We consider a bivariate function $f(x,y)$ with $y=y(x)$ and \begin{align*} f(x,y(x))=0\tag{1} \end{align*}

We obtain using the chain rule

\begin{align*} \frac{d}{dx}f(x,y(x))&=f_x(x,y(x))+f_y(x,y(x))y^\prime(x)\tag{2}\\ \end{align*}

In short without writing arguments and using (1) we obtain

\begin{align*} \frac{d}{dx}f&=f_x+f_yy^\prime=0\\ y^\prime&=-\frac{f_x}{f_y}\tag{3} \end{align*}

We calculate the second derivative by repeated application of (2).
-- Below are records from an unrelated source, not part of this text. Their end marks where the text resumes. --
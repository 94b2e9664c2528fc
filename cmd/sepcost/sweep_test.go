package main

import (
	"encoding/csv"
	"path/filepath"
	"strings"
	"testing"
)

// Bad sweep input is a usage error (exit 2) with a clear message.
func TestSweepBadInput(t *testing.T) {
	t.Parallel()
	dir := t.TempDir()
	if _, _, err := runCLI(t, "init", dir); err != nil {
		t.Fatal(err)
	}
	sc := filepath.Join(dir, "scenario.yaml")
	cases := []struct {
		args []string
		want string
	}{
		{[]string{"--from", "10kg", "--to", "1kg"}, "must be below"},
		{[]string{"--from", "1kg", "--to", "1kg"}, "must be below"},
		{[]string{"--points", "1"}, "at least 2"},
		{[]string{"--points", "20000"}, "at most 10000"},
		{[]string{"--from", "100"}, "has no unit"},
		{[]string{"--to", "5 L"}, "is volume, not mass"},
		{[]string{"--draws", "-1"}, "--draws"},
	}
	for _, c := range cases {
		_, _, err := runCLI(t, append([]string{"sweep", sc}, c.args...)...)
		if err == nil || exitCode(err) != 2 || !strings.Contains(err.Error(), c.want) {
			t.Errorf("%v: %v (exit %d), want %q", c.args, err, exitCode(err), c.want)
		}
	}
}

// The sweep CSV has one row per mass and method.
func TestSweepCSV(t *testing.T) {
	t.Parallel()
	dir := t.TempDir()
	if _, _, err := runCLI(t, "init", dir); err != nil {
		t.Fatal(err)
	}
	out, _, err := runCLI(t, "sweep", filepath.Join(dir, "scenario.yaml"), "--points", "5", "--draws", "0", "--format", "csv")
	if err != nil {
		t.Fatal(err)
	}
	recs, err := csv.NewReader(strings.NewReader(out)).ReadAll()
	if err != nil {
		t.Fatal(err)
	}
	if len(recs) != 1+5*3 || recs[0][0] != "crude_kg" || recs[0][6] != "cost_per_g_product" {
		t.Errorf("sweep csv: %d rows, header %v", len(recs), recs[0])
	}
}
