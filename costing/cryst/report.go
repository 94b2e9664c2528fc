package cryst

import (
	"fmt"

	"sepcost/costing/units"
	"sepcost/costing/usage"
)

// report fills the usage from the outcome: figures, equipment, activities,
// waste, demands, notes and, when the target is not reached, the reason.
func (m *Model) report(u *usage.Usage, o *outcome) {
	fig := u.AddFigure
	fig("s_hot", "product solubility at the dissolution temperature", o.sHot, "g/L")
	fig("s_cold", "product solubility at the isolation temperature", o.sCold, "g/L")
	if !m.cr.ImpurityByPurge {
		fig("impurity_s_cold", "impurity solubility at the isolation temperature", o.impCold, "g/L")
		fig("distribution", "logarithmic distribution coefficient λ of the impurity", m.p.distribution, "")
	}
	if o.hSol > 0 {
		fig("dissolution_enthalpy", "enthalpy of solution of the product", o.hSol, "kJ/mol")
	}
	m.solubilityNotes(u, o)
	fig("product_in", "product in the crude", u.ProductInKg, "g")
	fig("passes", "recrystallizations (passes)", float64(len(o.purify.Passes)), "")
	fig("purity_reached", "purity reached", o.purify.Purity, "%")
	for i, r := range o.purify.Passes {
		fig(usage.FigureKey(fmt.Sprintf("yield_pass_%d", i+1)), fmt.Sprintf("yield of pass %d", i+1), r.Yield(), "%")
		fig(usage.FigureKey(fmt.Sprintf("purity_pass_%d", i+1)), fmt.Sprintf("purity after pass %d", i+1), r.Out.Purity(), "%")
		fig(usage.FigureKey(fmt.Sprintf("ceiling_pass_%d", i+1)), fmt.Sprintf("purity ceiling of pass %d (impurity inside the crystals; no wash does better)", i+1), r.Ceiling(), "%")
	}
	m.passNotes(u, o)
	if o.purify.Stop != Reached {
		u.Feasible = false
		u.Reason = m.reason(o)
		return
	}
	if o.noVessels {
		u.Feasible = false
		u.Reason = "no vessels: the scenario's vessel lists are empty"
		return
	}
	m.equipmentFigures(u, o)
	u.ProductOutKg = o.product.Product
	u.ImpurityOutKg = o.product.Impurity + o.product.Other
	fig("yield_overall", "overall yield of the passes", o.purify.Yield(), "%")
	m.cropNotes(u, o)
	fig("product_out", "product recovered", u.ProductOutKg, "g")
	fig("impurity_out", "impurity isolated with the product", u.ImpurityOutKg, "g")
	fig("recovery", "recovery", u.ProductOutKg/u.ProductInKg, "%")
	if o.product.Purity() != o.purify.Purity {
		fig("purity_final", "purity of the combined product", o.product.Purity(), "%")
	}
	for _, name := range activityOrder {
		if a := o.acts[name]; a != nil {
			u.Activities = append(u.Activities, *a)
		}
	}
	// Hours by activity, elapsed and hands-on, are in u.Activities (every
	// report shows them); these are the physical step times.
	fig("hours_heating", "heating (all batches)", o.heatS, "h")
	fig("hours_cooling", "cooling (all batches)", o.coolS, "h")
	fig("hours_filtration", "transfer, filtration and washing (all batches)", o.filtS, "h")
	fig("drying_area", "drying area per batch (oven trays or the filter-dryer)", o.dry.area, "m^2")
	fig("drying_time", "drying time per batch to the loss-on-drying target, after loading", o.dry.time, "h")
	fig("heat_input", "heat to warm and dissolve", o.heatIn, "kWh")
	fig("heat_removed", "heat removed on cooling", o.heatOut, "kWh")
	fig("heat_chilled", "heat removed below room temperature (chiller)", o.chillHeat, "kWh")
	fig("heat_evaporation", "heat to dry the crystals and concentrate liquor", o.dryHeat+o.evapHeat, "kWh")
	fig("electricity", "electricity", o.electric, "kWh")
	fig(usage.FigSolventTotal, "solvent used", o.used.Total(), "L")
	for _, id := range o.used.IDs() {
		fig(usage.SolventFigure(id), "solvent: "+id, o.used[id], "L")
	}
	fig("wash_total_l", "wash liquid used", o.washVol, "L")
	fig("screening_hours", "one-time screening and development", m.p.screeningTime, "h")
	fig("screening_material", "one-time crude used in screening", m.p.screeningMass, "g")
	m.scaleNotes(u, o)
	m.waste(u, o)
	m.demands(u, o)
}

// equipmentFigures reports the first pass's vessel, batches and step
// times, and the filter and cake.
func (m *Model) equipmentFigures(u *usage.Usage, o *outcome) {
	fig := u.AddFigure
	b, r := o.plans[0], o.purify.Passes[0]
	fig("solvent_per_batch_l", "solvent per batch (first pass)", r.Solvent/b.n, "L")
	fig("vessel_volume", "vessel nominal volume (first pass)", b.vessel.Volume, "L")
	fig("jacketed_reactor", "jacketed reactor (1) or flask (0), first pass", b2f(b.vessel.Reactor), "")
	fig("vessel_fill", "share of the vessel filled (first pass)", b.vessel.Fill, "%")
	fig("batches", "batches (first pass)", b.n, "")
	fig("batches_total", "batches over all passes", float64(o.batches), "")
	kind := "flask"
	if b.vessel.Reactor {
		kind = "jacketed reactor"
	}
	u.Equipment = fmt.Sprintf("%s %s", units.FormatVolume(b.vessel.Volume), kind)
	if b.vessel.Batches > 1 {
		u.Equipment += fmt.Sprintf(" × %d batches", b.vessel.Batches)
	}
	u.EquipmentID = u.Equipment // a vessel of the table and a count: nothing that follows the mass smoothly
	fig("heating_time", "heating time per batch (first pass)", b.tHeat, "h")
	fig("cooling_time", "cooling time per batch (first pass)", b.tCool, "h")
	fig("cooling_time_jacket", "jacket-limited cooling time per batch (first pass)", b.tCoolJacket, "h")
	fig("cooling_rate", "mean cooling rate (first pass)", b.rate, "K/h")
	fig("inclusion", "mother liquor occluded per mass of crystals at that rate (first pass)", b.inclusion, "%")
	A, dp, _ := m.filterOf(r, b)
	fig("filter_area", "filter area (first pass)", A, "m^2")
	fig("filter_pressure", "pressure difference across the filter (first pass)", dp, "bar")
	fig("cake_depth", "cake depth per batch (first pass)", r.CakeVolume/b.n/A, "cm")
	fig("filtration_time", "transfer, filtration and wash time per batch (first pass)", m.filtration(r, b), "h")
	fig("operators", "people attending a hands-on step (first pass)", b.crew, "")
}

// waste lists the mother liquors (with the second crop's concentrate),
// the washes, and the solvent evaporated from the cake and the liquor.
func (m *Model) waste(u *usage.Usage, o *outcome) {
	class := m.liq.class()
	stream := func(name string, vol float64, f Feed) usage.Stream {
		s := usage.Stream{Name: name, Class: class, VolumeM3: vol, Components: m.liq.components(vol)}
		s.Components = append(s.Components,
			usage.Component{Name: "product (dissolved)", Kg: f.Product},
			usage.Component{Name: "impurity (dissolved)", Kg: f.Impurity})
		if f.Other > 0 {
			s.Components = append(s.Components, usage.Component{Name: "other impurities (dissolved)", Kg: f.Other})
		}
		return s
	}
	u.Waste = append(u.Waste, stream("mother liquor", o.mlVol, o.ml), stream("washings", o.washVol, o.wash))
	if cond := o.dryVol + o.crop.evap*b2f(o.crop.taken); cond > 0 {
		u.Waste = append(u.Waste, usage.Stream{Name: "solvent evaporated from the cake and liquor (condensate)", Class: class, VolumeM3: cond, Components: m.liq.components(cond)})
	}
}

// demands lists what the ledger prices: solvents, hands-on time,
// electricity, disposal, the product lost and the one-time development.
func (m *Model) demands(u *usage.Usage, o *outcome) {
	d := u.AddDemand
	for _, id := range o.used.IDs() {
		d(id, "solvent: "+id, usage.Materials, o.used[id], units.Volume)
	}
	_, attended := u.Hours()
	d(ItemLabour, "hands-on time", usage.Labour, attended*3600, units.Time)
	d(ItemElectricity, "heating, chiller and drying", usage.Energy, o.electric, units.Energy)
	u.AddDisposals()
	d(ItemProduct, "product left in mother liquors and washes", usage.ProductLoss, u.ProductInKg-u.ProductOutKg, units.Mass)
	d(ItemLabour, "solvent screening and development (one-time)", usage.OneTime, m.p.screeningTime, units.Time)
	d(ItemProduct, "crude used in screening, product content (one-time)", usage.OneTime, m.p.screeningMass*m.sc.Purity, units.Mass)
}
We obtain \begin{align*} \frac{d^2}{dx^2}f(x,y(x))&=\frac{d}{dx}\left(f_x(x,y(x))+f_y(x,y(x))y^\prime(x)\right)\tag{4}\\ &=\frac{d}{dx}\left(f_x(x,y(x)\right)+\frac{d}{dx}\left(f_y(x,y(x))y^\prime(x)\right)\tag{5}\\ &=f_{xx}(x,y(x))+f_{xy}(x,y(x))y^\prime(x)\\ &\qquad+\left(\frac{d}{dx}f_y(x,y(x))\right)y^\prime(x)+f_y(x,y(x))\frac{d}{dx}\left(y^{\prime}(x)\right)\tag{6}\\ &=f_{xx}(x,y(x))+f_{xy}(x,y(x))y^\prime(x)\\ &\qquad+\Big(f_{yx}(x,y(x))+f_{yy}(x,y(x))y^\prime(x)\Big)y^\prime(x)+f_y(x,y(x))y^{\prime\prime}(x)\tag{7}\\ &=f_{xx}(x,y(x))+\Big(f_{xy}(x,y(x))+f_{yx}(x,y(x))\Big)y^\prime(x)\\ &\qquad+f_{yy}(x,y(x))\left(y^\prime(x)\right)^2 +f_y(x,y(x))y^{\prime\prime}(x)\tag{8}\\ &=0 \end{align*}

Comment:

  • In (4) we use (2).

  • In (5) we use the linearity of the differential operator.

  • In (6) we again apply (2) to the left-hand summand und apply the product rule to the right-hand summand.

  • In (7) we again apply (2) and do some rearrangements in (8).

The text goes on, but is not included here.